Soybean Varieties, Developed in Lowland West Africa, Retain Their Promiscuity and Dual-Purpose Nature Under Highland Conditions in Western Kenya

Entry points that give farmers immediate benefits are required to reverse the ever-declining soil fertility status of a substantial area in sub-Saharan Africa. In West Africa, dual-purpose, promiscuous soybeans (Glycine max (L.) Merr.) that produce a substantial amount of grains and leafy biomass and do not require inoculation with specific Rhizobium spp. strains were developed and have increased resilience of farming while providing income to farmers. These crops could be a potential entry point for soil fertility improvement in western Kenya, provided they retain their promiscuity and dual-purpose character in this new environment. The major objective of this work was to quantify nodulation, biomass production and grain yield characteristics of a set of best-bet, dual-purpose varieties relative to a locally available variety at two sites (Vihiga and Siaya districts) in western Kenya.
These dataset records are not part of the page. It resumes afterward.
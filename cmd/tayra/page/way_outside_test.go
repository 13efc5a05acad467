//go:build outside

package page

import (
	"bytes"
	"fmt"
	"os"
	"os/exec"
	"path/filepath"
	"strings"
	"testing"
	"time"

	"github.com/chromedp/chromedp"
	"github.com/chromedp/chromedp/kb"

	"tayra/reports"
)

// tayra builds the program and runs it.
func tayra(t *testing.T, args ...string) []byte {
	t.Helper()
	program := filepath.Join(t.TempDir(), "tayra")
	if out, err := exec.Command("go", "build", "-o", program, "tayra/cmd/tayra").CombinedOutput(); err != nil {
		t.Fatalf("%v: %s", err, out)
	}
	var stderr bytes.Buffer
	run := exec.Command(program, args...)
	run.Stderr = &stderr
	out, err := run.Output()
	if err != nil {
		t.Fatalf("tayra %s: %v: %s", strings.Join(args, " "), err, &stderr)
	}
	return out
}

// The whole way of somebody who has a patient and a dog's dose: from the empty
// page to the worksheet, the case file and the record; the command makes the
// same record of them.
func TestFromTheEmptyPageToTheWorksheet(t *testing.T) {
	b := newTab(t, desk)
	b.shows("#top", "No draft", "Still to fill in", "Body mass")
	b.hides("#top", "Wrong")
	b.fill(pair{"date", "2026-11-30"}, pair{"case", "LW-0412"}, pair{"prepared_by", "duty veterinarian"},
		pair{"patient.name", "Marisol"}, pair{"patient.mass", "41 kg"},
		pair{"drug.name", "examplicillin"}, pair{"drug.class", "penicillin"},
		pair{"models[0].species", "dog"}, pair{"models[0].mass", "18 kg"}, pair{"models[0].dose", "10 mg/kg"},
		pair{"models[0].interval", "q12h"}, pair{"models[0].route", "SC"}, pair{"models[0].source", "practice protocol 7, invented for this example"})
	b.shows("#top", "No draft", "Animal")

	// The animal is found while its name is typed.
	b.do(chromedp.Focus(chromedp.ID("f-patient-species")), chromedp.KeyEvent("giant ant"))
	b.until(`document.querySelectorAll("#l-f-patient-species [role=option]").length > 0`)
	b.shows("#l-f-patient-species", "giant anteater", "Myrmecophaga tridactyla, Pilosa, Myrmecophagidae")
	b.picture("animal")
	b.do(chromedp.Click(chromedp.CSS("#l-f-patient-species [role=option]")))
	b.until(`document.getElementById("n-f-patient-species").textContent`)
	b.shows("#n-f-patient-species", "order Pilosa, family Myrmecophagidae", "adults weigh 18 to 60 kg")
	b.until(`document.querySelector("#top .order")`)

	b.choose("drug.elimination", "renal")
	b.do(chromedp.Click(chromedp.CSS("#g-4 ~ [data-list] details.more > summary")))
	b.fill(pair{"models[0].half_life", "1.3 h"}, pair{"models[0].volume", "0.3 L/kg"})
	b.do(chromedp.Click("//summary[contains(., 'Product and device')]"))
	b.fill(pair{"product.strength", "50 mg/mL"}, pair{"product.step", "0.1 mL"}, pair{"product.days", "7"})
	b.until(`document.querySelector("#rest figure")`)
	b.shows("#top", "Marisol, giant anteater", "examplicillin 334 mg SC every 12 hours (q12h)", "6.7 mL of 50 mg/mL", "nine times in ten", "1.04 to 63.6 mg/kg", "Worst caution")
	b.shows("#rest", "Cautions", "The plans side by side", "If the basis were another", "Concentrations at steady state", "Steps", "Sources")
	b.until(`document.getElementById("say").textContent.startsWith("The draft is there. Worst caution: WARN.")`)
	b.hides("#say", "mg")
	b.picture("draft")

	name, pdf := b.downloaded("[data-get='/worksheet/']")
	if name != "worksheet-LW-0412.pdf" {
		t.Errorf("the worksheet is called %s", name)
	}
	_, file := b.downloaded("[data-get='/case']")
	_, record := b.downloaded("[data-get='/record']")
	folder := t.TempDir()
	onDisk := filepath.Join(folder, "case.yaml")
	if err := os.WriteFile(onDisk, file, 0o666); err != nil {
		t.Fatal(err)
	}
	command := tayra(t, "draft", onDisk, "--json", "-")
	if !bytes.Equal(record, command) {
		t.Errorf("the command makes another record of the case file:\n%s", command)
	}
	attached, err := reports.ReadWorksheetPDF(pdf)
	if err != nil {
		t.Fatal(err)
	}
	if !bytes.Equal(attached.Record, command) || !bytes.Equal(attached.Case, file) {
		t.Error("the worksheet carries another record or case")
	}
	if here := eval[string](b, "location.href"); here != b.address {
		t.Errorf("the address bar says %s", here)
	}
}

func TestAStopAsksForItsReason(t *testing.T) {
	b := newTab(t, desk)
	b.drop("stop.yaml", example(t, "stop.yaml"))
	b.until(`document.querySelector("#top .stopped")`)
	b.shows("#top", "STOP: no dose is drafted", "demoxacin: no dose", "narrow")
	b.hides("#result", "mg PO")
	b.shows("#overrides", "Reason for going on past narrow-margin", "Reason for going on past cross-class")
	b.picture("stop")

	b.typeIn("overrides.narrow-margin", "levels")
	b.until(`document.getElementById("e-f-overrides-narrow-margin").textContent.includes("too short")`)
	b.settled()
	b.hides("#result", "mg PO", "STOP: no dose is drafted")
	b.shows("#overrides", "Reason for going on past cross-class") // it is still to be written
	b.typeIn("overrides.narrow-margin", "serum levels will be measured after the second dose")
	b.typeIn("overrides.cross-class", "no dose in any bird was found, and the infection will not wait")
	b.until(`document.querySelector("#top .order")?.textContent.includes("PO")`)
	b.shows("#top", "Worst caution: STOP, overridden with a written reason")
	b.shows("#rest", "Overridden: narrow-margin: serum levels will be measured after the second dose")
	b.shows("#overrides", "narrow-margin", "cross-class")
	b.picture("overridden")
	_, file := b.downloaded("[data-get='/case']")
	if !strings.Contains(string(file), "narrow-margin: serum levels") {
		t.Errorf("the reason is not in the case file:\n%s", file)
	}

	// A reason without its stop means nothing, and says so beside its field.
	b.choose("drug.margin", "wide")
	b.until(`document.getElementById("e-f-overrides-narrow-margin")?.textContent.includes("no stop of this name is raised")`)
	b.typeIn("overrides.narrow-margin", " ")
	b.typeIn("overrides.cross-class", " ")
	b.until(`!document.getElementById("f-overrides-narrow-margin")`)
}

func TestWrongInputStandsBesideItsField(t *testing.T) {
	b := newTab(t, phone)
	b.do(clickID("example"))
	b.until(`document.querySelector("#top .order")`)
	for _, tt := range []struct{ path, text, says string }{
		{"patient.mass", "41", `"41" has no unit`},
		{"patient.mass", "4,2 kg", ""},
		{"patient.species", "giant antbear", "no animal called"},
		{"models[0].interval", "q12-24h", ""},
		{"models[0].half_life", "soon", ""},
		{"date", "30.11.2026", "is not a date"},
	} {
		before := eval[string](b, fmt.Sprintf("document.getElementById(%q).value", idOf(tt.path)))
		b.typeIn(tt.path, tt.text)
		id := idOf(tt.path)
		b.until(fmt.Sprintf(`document.getElementById(%q).getAttribute("aria-invalid") === "true"`, id))
		beside := b.text("#e-" + id)
		if beside == "" || !strings.Contains(beside, tt.says) {
			t.Errorf("%s: %q beside the field", tt.path, beside)
		}
		if !eval[bool](b, fmt.Sprintf(`document.getElementById(%q).getAttribute("aria-describedby").split(" ").includes("e-" + %q)`, id, id)) {
			t.Errorf("%s: the fault is not the field's description", tt.path)
		}
		b.shows("#top", "No draft", "Wrong:")
		b.hides("#result", "334 mg", "8.14")
		b.until(`document.getElementById("say").textContent.startsWith("No draft: 1 field is wrong.")`)
		b.typeIn(tt.path, before)
		b.until(fmt.Sprintf(`!document.getElementById(%q).hasAttribute("aria-invalid") && document.querySelector("#top .order")`, id))
		if s := b.text("#e-" + id); s != "" {
			t.Errorf("%s: %q stays beside the field", tt.path, s)
		}
	}
	b.typeIn("patient.mass", "41")
	b.until(`document.querySelector("#top .none")`)
	b.picture("wrong")
	// The list leads to the field.
	b.do(chromedp.Click(chromedp.CSS("#top a[href='#f-patient-mass']")))
	b.until(`document.activeElement.id === "f-patient-mass"`)
	if here := eval[string](b, "location.href"); here != b.address {
		t.Errorf("the address bar says %s", here)
	}
}

// The moment that a field changes, the worksheet that was drafted from other
// inputs is out of the document; an answer to older inputs never comes back in.
func TestAStaleWorksheetIsNeverSeen(t *testing.T) {
	b := newTab(t, desk)
	b.do(clickID("example"))
	b.until(`document.querySelector("#top .order")`)
	for _, path := range []string{"patient.mass", "patient.stage", "models[0].dose", "case"} {
		change := fmt.Sprintf(`{
			const el = document.getElementById(%q);
			el.value = el.tagName === "SELECT" ? el.options[1].value : el.value + " ";
			el.dispatchEvent(new Event("input", {bubbles: true}));
			[document.getElementById("top").childNodes.length, document.getElementById("rest").childNodes.length, document.getElementById("stale").hidden].join() }`, idOf(path))
		if got := eval[string](b, change); got != "0,0,false" {
			t.Errorf("%s changed, and the old worksheet is still there: %s", path, got)
		}
		b.settled()
	}
	// Answers that overtake one another: the first is held back until the second
	// is there.
	eval[bool](b, `{
		const ask = window.fetch; let n = 0;
		window.fetch = (path, options) => {
			if (path !== "/draft" || n++) return ask(path, options);
			delete options.signal;
			return ask(path, options).then((r) => new Promise((go) => { window.letGo = () => go(r); }));
		}; true }`)
	b.typeIn("patient.mass", "20 kg")
	b.until(`window.letGo`)
	b.typeIn("patient.mass", "30 kg")
	b.settled()
	b.shows("#top", "30 kg")
	eval[bool](b, `(window.letGo(), true)`)
	b.do(chromedp.Sleep(300 * time.Millisecond))
	b.shows("#top", "30 kg")
	b.hides("#top", "20 kg")
}

// press sends one key.
func (b *tab) press(key string, modifiers ...chromedp.Modifier) {
	b.Helper()
	b.do(chromedp.KeyEvent(key, chromedp.KeyModifiers(modifiers...)))
}

// tabTo goes to an element by the tabulator key alone, and sees that each place
// on the way shows the focus.
func (b *tab) tabTo(id string, modifiers ...chromedp.Modifier) {
	b.Helper()
	for range 150 {
		at := eval[string](b, `{
			const el = document.activeElement, style = getComputedStyle(el), box = el.getBoundingClientRect();
			const seen = el === document.body || (parseFloat(style.outlineWidth) >= 2 && style.outlineStyle !== "none");
			const inside = el === document.body || (box.bottom > 0 && box.top < innerHeight - document.getElementById("say").offsetHeight + 1);
			(el.id || el.dataset.get || el.tagName) + (seen ? "" : " UNSEEN") + (inside ? "" : " HIDDEN " + [box.top, box.bottom, innerHeight, scrollY]) }`)
		if strings.Contains(at, "UNSEEN") || strings.Contains(at, "HIDDEN") {
			b.Errorf("the focus is not seen at %s", at)
		}
		if strings.Fields(at)[0] == id {
			return
		}
		b.press(kb.Tab, modifiers...)
	}
	b.Fatalf("%s cannot be reached by the tabulator", id)
}

// A new user with a keyboard alone, at a narrow screen: fills the form in,
// reaches the draft, meets a stop, writes the reason, saves the worksheet.
func TestByKeyboardAlone(t *testing.T) {
	b := newTab(t, phone)
	write := func(path, text string) {
		t.Helper()
		b.tabTo(idOf(path))
		b.do(chromedp.KeyEvent(text))
	}
	b.press(kb.Tab)
	if got := eval[string](b, "document.activeElement.className"); got != "skip" {
		t.Errorf("the first stop is %q, not the way past the form", got)
	}
	write("case", "LW-0444")
	b.tabTo(idOf("date"))
	b.press("a", chromedp.ModifierCtrl)
	b.do(chromedp.KeyEvent("2026-12-09"))
	b.tabTo(idOf("patient.species"))
	b.do(chromedp.KeyEvent("blue-and-yellow"))
	b.until(`document.getElementById("f-patient-species").getAttribute("aria-expanded") === "true"`)
	b.press(kb.ArrowDown)
	if eval[string](b, `document.getElementById(document.activeElement.getAttribute("aria-activedescendant"))?.getAttribute("aria-selected") || ""`) != "true" {
		t.Error("the arrow key chooses nothing")
	}
	b.picture("keyboard-animal")
	b.press(kb.Enter)
	b.until(`document.getElementById("f-patient-species").value.includes("macaw") && document.getElementById("f-patient-species").getAttribute("aria-expanded") === "false"`)
	write("patient.mass", "0.98 kg")
	write("drug.name", "demoxacin")
	b.tabTo(idOf("drug.margin"))
	b.do(chromedp.KeyEvent("narrow")) // a list of words is chosen from by its letters
	write("models[0].species", "dog")
	b.press(kb.Escape)
	write("models[0].mass", "20 kg")
	write("models[0].dose", "5 mg/kg")
	write("models[0].interval", "q24h")
	write("models[0].route", "PO")
	write("models[0].source", "practice protocol 11, invented for this example")
	b.until(`document.querySelector("#top .stopped")`)
	write("overrides.cross-class", "no dose in any bird was found, and the infection will not wait")
	b.until(`document.activeElement.id === "f-overrides-cross-class"`) // the stop goes, the focus stays
	write("overrides.narrow-margin", "serum levels will be measured after the second dose")
	b.until(`document.querySelector("#top .order")?.textContent.includes("demoxacin")`)
	if got := eval[string](b, "document.activeElement.id"); got != "f-overrides-narrow-margin" {
		t.Errorf("the focus has gone to %q", got)
	}
	b.tabTo("/worksheet/", chromedp.ModifierShift)
	b.picture("keyboard-keep")
	b.press(kb.Enter)
	if name := <-b.arrived; name != "worksheet-LW-0444.pdf" {
		t.Errorf("saved %s", name)
	}
	b.until(`document.getElementById("say").textContent === "Saved as worksheet-LW-0444.pdf."`)

	// A second model, and away with it: the focus goes along.
	add := "document.querySelector('[data-list=models] [data-add]')"
	eval[bool](b, "("+add+".focus(), true)")
	b.press(kb.Enter)
	b.until(`document.activeElement.id === "f-models-1-species"`)
	b.do(chromedp.KeyEvent("cat"))
	b.press(kb.Escape)
	eval[bool](b, "(document.querySelectorAll('[data-list=models] [data-remove]')[0].focus(), true)")
	b.press(kb.Enter)
	b.until(`document.getElementById("f-models-0-species").value === "cat" && !document.getElementById("f-models-1-species")`)
	if got := eval[string](b, "document.activeElement.tagName"); got != "LEGEND" {
		t.Errorf("after a removal the focus is at %s", got)
	}
}
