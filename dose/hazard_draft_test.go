package dose

import (
	"fmt"
	"strings"
	"testing"

	"tayra/species"
)

// hazardCases is each row of the hazard table as a clinician would meet it: a
// drug as it is written on a label, an animal of the row's taxon, a route, and
// what must be raised. Written from the rows' citations, apart from the table.
var hazardCases = []struct {
	id, drug, class, animal, route string
	level                          Level
	happens, cites, read           string
}{
	{"h001", "ivermectin", "", "Greek tortoise", "SC", Stop, "flaccid paralysis", "Teare & Bush 1983", "read"},
	{"h002", "fenbendazole", "", "Hermann's tortoise", "PO", Note, "fall in heterophils", "Neiffer et al. 2005", "read"},
	{"h003", "gentamicin sulfate", "", "ball python", "IM", Warn, "Kidney injury", "Am J Vet Res 2024", "read"},
	{"h004", "metronidazole", "", "Drymarchon corais", "PO", Warn, "indigo snakes", "Jacobson & Kollias 1988", "memory"},
	{"h005", "metronidazole", "", "Lampropeltis getula", "by stomach tube", Warn, "kingsnakes", "Mader", "memory"},
	{"h006", "chlorhexidine gluconate", "", "axolotl", "topical", Note, "cross frog skin", "Kaufmann & Dohmen 2016", "read"},
	{"h007", "gentamicin", "", "Opsanus tau", "IM", Warn, "proximal tubules", "Reimschuessel et al. 1996", "read"},
	{"h008", "ivermectin", "", "Dicentrarchus labrax", "PO", Warn, "sea bass", "Athanassopoulou et al. 2002", "read"},
	{"h009", "fenbendazole", "", "Elasmobranchii", "PO", Note, "white-cell loss", "Myers et al. 2007", "read"},
	{"h010", "diclofenac sodium", "", "griffon vulture", "IM", Stop, "visceral gout", "Oaks et al. 2004", "read"},
	{"h011", "diclofenac", "", "cinereous vulture", "IM", Stop, "wild fledgling", "Herrero-Villar et al. 2021", "read"},
	{"h012", "aceclofenac", "", "griffon vulture", "IM", Stop, "into diclofenac", "Galligan et al. 2016", "read"},
	{"h013", "ketoprofen", "", "griffon vulture", "IM", Stop, "inside the usual treatment range", "Naidoo et al. 2010", "read"},
	{"h014", "nimesulide", "", "griffon vulture", "IM", Stop, "within about two days", "Galligan et al. 2022", "read"},
	{"h015", "flunixin meglumine", "", "griffon vulture", "IV", Stop, "in the wild and in captive care", "Zorrilla et al. 2015", "read"},
	{"h016", "carprofen", "", "griffon vulture", "IM", Warn, "one of two vultures died", "Naidoo et al. 2018", "read"},
	{"h017", "ketoprofen", "", "common eider", "IM", Warn, "king eiders", "Mulcahy et al. 2003", "read"},
	{"h018", "meloxicam", "", "chicken", "IM", Note, "tubular necrosis and gout", "Mulcahy et al. 2003", "read"},
	{"h019", "fenbendazole", "", "mourning dove", "PO", Stop, "marrow failure", "Howard et al. 2002", "read"},
	{"h020", "albendazole", "", "pigeon", "PO", Stop, "crypt damage", "Howard et al. 2002", "read"},
	{"h021", "fenbendazole", "", "marabou stork", "in feed", Warn, "Marabou storks", "Bonar et al. 2003", "read"},
	{"h022", "fenbendazole", "", "griffon vulture", "in feed", Warn, "white-backed vultures", "Bonar et al. 2003", "read"},
	{"h023", "gentamicin", "", "red-tailed hawk", "IM", Warn, "apnoeic", "Bird et al. 1983", "read"},
	{"h024", "itraconazole", "", "African grey", "PO", Warn, "lose appetite", "avian aspergillosis review", "read"},
	{"h025", "voriconazole", "", "Humboldt penguin", "PO", Warn, "made penguins ill", "Hyatt et al. 2017", "read"},
	{"h026", "malathion", "", "chicken", "topical", Warn, "respiratory failure", "Walker 1983", "read"},
	{"h027", "prednisolone", "", "African grey", "PO", Note, "aspergillosis", "Verstappen & Dorrestein 2005", "read"},
	{"h028", "lidocaine", "", "budgerigar", "SC", Note, "cardiac arrest", "West, Heard & Caulkett", "memory"},
	{"h029", "procaine penicillin", "", "budgerigar", "IM", Note, "procaine part", "Ritchie, Harrison & Harrison", "memory"},
	{"h030", "monensin sodium", "", "turkey", "in feed", Warn, "Adult turkeys", "Vet Rec 1978", "read"},
	{"h031", "monensin", "", "helmeted guinea fowl", "in feed", Stop, "medicated for chickens", "21 CFR 558.355", "read"},
	{"h032", "moxidectin", "", "dog", "SC", Stop, "ABCB1 (MDR1)", "Mealey et al. 2001", "read"},
	{"h033", "acetaminophen", "", "tiger", "PO", Stop, "methaemoglobinaemia", "Court 2013", "read"},
	{"h034", "paracetamol", "", "California sea lion", "PO", Note, "as poorly as cat liver", "Kakehi et al. 2015", "read"},
	{"h035", "phenol", "", "cat", "topical", Note, "grooming exposure", "Shrestha et al. 2011", "read"},
	{"h036", "acetylsalicylic acid", "", "cat", "PO", Warn, "accumulate salicylate", "Court 2013", "read"},
	{"h037", "meloxicam", "", "cat", "PO", Warn, "acute kidney failure", "FDA boxed-warning", "read"},
	{"h038", "permethrin", "", "cat", "spot-on", Stop, "hyperthermia", "J Feline Med Surg", "read"},
	{"h039", "benzyl alcohol", "", "cat", "IV", Warn, "hyperaesthesia", "Wilcke 1984", "read"},
	{"h040", "benzocaine", "", "cat", "topical", Warn, "cyanosis", "Wilkie & Kirby 1988", "read"},
	{"h041", "enrofloxacin", "", "cat", "SC", Warn, "blindness", "Wiebe & Hamilton 2002", "read"},
	{"h042", "propofol", "", "cat", "IV", Note, "Heinz bodies", "Andress et al. 1995", "read"},
	{"h043", "cisplatin", "", "cat", "IV", Stop, "Fluid in lungs", "Knapp et al. 1987", "read"},
	{"h044", "5-fluorouracil", "", "cat", "topical", Stop, "fatal seizures", "poisons-service note", "read"},
	{"h045", "sodium phosphate enema", "", "cat", "enema", Stop, "high phosphate", "phosphate enema entry", "read"},
	{"h046", "melengestrol acetate", "", "lion", "PO", Note, "mammary carcinoma", "McAloose et al. 2007", "read"},
	{"h047", "tiletamine-zolazepam", "", "tiger", "IM", Note, "evidence disputed", "Kreeger & Armstrong 2010", "read"},
	{"h048", "xylitol", "", "dog", "PO", Stop, "insulin release", "Dunayer & Gwaltney-Brant 2006", "read"},
	{"h049", "thiopentone sodium", "", "dog", "IV", Warn, "Greyhounds", "Court 1999", "read"},
	{"h050", "lasalocid", "", "dog", "PO", Warn, "stop breathing", "poisons-service note on ionophores", "read"},
	{"h051", "metronidazole benzoate", "", "dog", "PO", Note, "vestibular signs", "metronidazole entry", "read"},
	{"h052", "monensin", "", "horse", "in feed", Stop, "cattle tolerance", "Matsuoka et al. 1996", "read"},
	{"h053", "clindamycin", "", "horse", "IM", Stop, "Fatal colitis", "Prescott et al. 1988", "read"},
	{"h054", "doxycycline hyclate", "", "horse", "slow IV", Stop, "collapse and death", "Riond et al. 1992", "read"},
	{"h055", "tilmicosin", "", "donkey", "SC", Stop, "heart contraction", "Youssef et al. 2016", "read"},
	{"h056", "amitraz", "", "horse", "pour-on", Stop, "impaction", "Phetudomsinsuk et al. 2014", "read"},
	{"h057", "azaperone", "", "horse", "IV", Stop, "violent excitement", "Dodman & Waterman 1979", "read"},
	{"h058", "acetylpromazine", "", "horse", "IM", Note, "Penile prolapse", "Wagner 2009", "read"},
	{"h059", "xylazine hydrochloride", "", "goat", "IM", Warn, "a tenth of the horse dose", "Lin & Walz", "read"},
	{"h060", "medetomidine", "", "sheep", "IV", Warn, "lung oedema", "Kastner 2006", "read"},
	{"h061", "xylazine", "", "alpaca", "IM", Warn, "Camelids are more sensitive", "Lin & Walz", "read"},
	{"h062", "salinomycin", "", "llama", "in feed", Stop, "Contaminated feed", "salinomycin toxicity in camelids", "read"},
	{"h063", "copper sulphate", "", "sheep", "PO", Warn, "haemolytic crisis", "Borobia et al. 2022", "read"},
	{"h064", "sodium selenite", "", "sheep", "SC", Warn, "heart muscle necrosis", "McKenzie et al. 2017", "read"},
	{"h065", "isoflurane", "", "pig", "by mask", Warn, "rigidity", "Merck Veterinary Manual", "read"},
	{"h066", "suxamethonium chloride", "", "pig", "IV", Warn, "malignant hyperthermia", "Schuster et al. 2014", "read"},
	{"h067", "tilmicosin", "", "wild boar", "SC", Stop, "can kill pigs", "Jorden et al. 1993", "memory"},
	{"h068", "tilmicosin phosphate", "", "goat", "SC", Stop, "fatal in goats", "regulators' warnings", "memory"},
	{"h069", "tilmicosin", "", "chimpanzee", "SC", Stop, "cardiotoxic", "Veenhuizen et al. 2006", "read"},
	{"h070", "vitamin D3", "", "common marmoset", "PO", Note, "hypercalcaemia", "Adams et al. 1985", "read"},
	{"h071", "amoxycillin", "", "rabbit", "PO", Stop, "clostridial enterotoxaemia", "House Rabbit Society", "read"},
	{"h072", "lincomycin", "", "rabbit", "SC", Stop, "Clostridium spiroforme", "Carman & Borriello 1984", "read"},
	{"h073", "fipronil", "", "rabbit", "spot-on", Stop, "spot-on strengths", "ANSES notice 2023", "read"},
	{"h074", "albendazole", "", "rabbit", "PO", Note, "marrow depletion", "Graham, Garner & Reavill", "read"},
	{"h075", "atropine sulphate", "", "rabbit", "SC", Note, "glycopyrronium", "Olson et al. 1994", "read"},
	{"h076", "co-amoxiclav", "", "guinea pig", "PO", Stop, "coliforms and clostridia", "veterinary teaching text", "read"},
	{"h077", "ampicillin", "", "chinchilla", "PO", Stop, "clostridial enterotoxaemia", "Quesenberry & Carpenter", "memory"},
	{"h078", "clindamycin", "", "golden hamster", "SC", Stop, "Clostridium difficile", "Lusk et al. 1978", "read"},
	{"h079", "cephalexin", "", "golden hamster", "SC", Stop, "most hamsters tested", "Bartlett et al. 1978", "read"},
	{"h080", "fenbendazole", "", "North American porcupine", "PO", Stop, "half of four died", "Weber et al. 2006", "read"},
	{"h081", "etorphine", "", "white rhinoceros", "IM", Warn, "high carbon dioxide", "Haw et al. 2014", "read"},
	{"h082", "carfentanil", "", "giant anteater", "dart", Warn, "a scratch can cause coma", "Tolo & Keyler 1998", "read"},
	{"h083", "chloramphenicol", "", "giant anteater", "topical", Warn, "wear gloves", "J Am Vet Med Assoc 1984", "read"},
	{"h084", "chloramphenicol", "", "cattle", "IM", Stop, "banned in the US and EU", "21 CFR 530.41", "read"},
	{"h085", "furazolidone", "", "pig", "PO", Stop, "residue carcinogenicity", "21 CFR 530.41", "read"},
	{"h086", "dimetridazole", "", "goat", "PO", Stop, "may not be used in the US or EU", "21 CFR 530.41", "read"},
	{"h087", "clenbuterol", "", "cattle", "PO", Note, "extra-label use", "21 CFR 530.41", "read"},
	{"h088", "tiamulin", "", "pig", "PO", Stop, "skeletal muscle in poultry and pigs", "Ekinci et al. 2023", "read"},
	{"h089", "marbofloxacin", "", "dog", "PO", Note, "joint cartilage", "Burkhardt et al. 1992", "read"},
	{"h090", "levamisole", "", "giant anteater", "SC", Warn, "low multiples of the usual dose", "safety study in goats", "read"},
}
In the presence of P, most promiscuous soybean varieties showed substantial improvements in nodulation (19–165 nodules per 0.5 m of soybean) than did the local variety (3–13 nodules per 0.5 m of soybean). While grain yield was for all but one variety as good as the local control (845 kg ha–1, on average), nearly half of the varieties produced significantly higher amounts of biomass at 50% podding than did the local variety (865 kg ha–1 in Siaya and 1877 kg ha–1 in Vihiga). Increases in nodulation, biomass production and grain yield were mainly observed after application of P fertilizer; in the absence of P, almost none of the varieties performed better than the local control for any of the measured characteristics. To fully exploit the potential soil fertility-improving characteristics of these varieties, it will be necessary to facilitate availability of P fertilizer and to foster demand for soybean at the farm, community and national levels.